DATA PROVIDED:
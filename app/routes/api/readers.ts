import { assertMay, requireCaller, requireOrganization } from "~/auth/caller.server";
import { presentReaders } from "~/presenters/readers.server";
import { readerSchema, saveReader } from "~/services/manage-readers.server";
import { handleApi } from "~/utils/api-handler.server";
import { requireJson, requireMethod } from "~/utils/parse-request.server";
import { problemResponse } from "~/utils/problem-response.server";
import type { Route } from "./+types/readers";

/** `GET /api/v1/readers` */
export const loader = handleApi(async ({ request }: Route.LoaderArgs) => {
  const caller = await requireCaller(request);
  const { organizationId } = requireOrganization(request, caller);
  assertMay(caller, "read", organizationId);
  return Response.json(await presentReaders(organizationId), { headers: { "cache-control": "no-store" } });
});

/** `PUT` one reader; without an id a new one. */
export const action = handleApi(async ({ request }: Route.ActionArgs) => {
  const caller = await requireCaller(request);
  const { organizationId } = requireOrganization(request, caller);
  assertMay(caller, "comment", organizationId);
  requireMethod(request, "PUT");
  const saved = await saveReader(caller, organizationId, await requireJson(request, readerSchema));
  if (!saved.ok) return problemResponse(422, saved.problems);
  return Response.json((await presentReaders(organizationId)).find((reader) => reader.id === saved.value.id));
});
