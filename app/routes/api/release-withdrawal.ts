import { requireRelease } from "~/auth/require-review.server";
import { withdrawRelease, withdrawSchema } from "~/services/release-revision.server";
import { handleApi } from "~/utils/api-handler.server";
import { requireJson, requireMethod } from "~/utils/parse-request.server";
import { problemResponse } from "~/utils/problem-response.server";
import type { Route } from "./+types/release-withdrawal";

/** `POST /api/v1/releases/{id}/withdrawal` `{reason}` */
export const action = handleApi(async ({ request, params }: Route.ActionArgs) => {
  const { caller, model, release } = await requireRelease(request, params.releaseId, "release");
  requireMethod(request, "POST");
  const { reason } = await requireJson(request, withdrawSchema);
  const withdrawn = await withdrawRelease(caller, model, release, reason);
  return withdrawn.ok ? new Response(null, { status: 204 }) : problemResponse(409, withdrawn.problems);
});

ASSIGNED TASK: The answer must consist of every line from the data that contains the word "routes".

PROBLEM SOLUTION:
filename app/routes/api/readers.ts
filename app/routes/api/release-withdrawal.ts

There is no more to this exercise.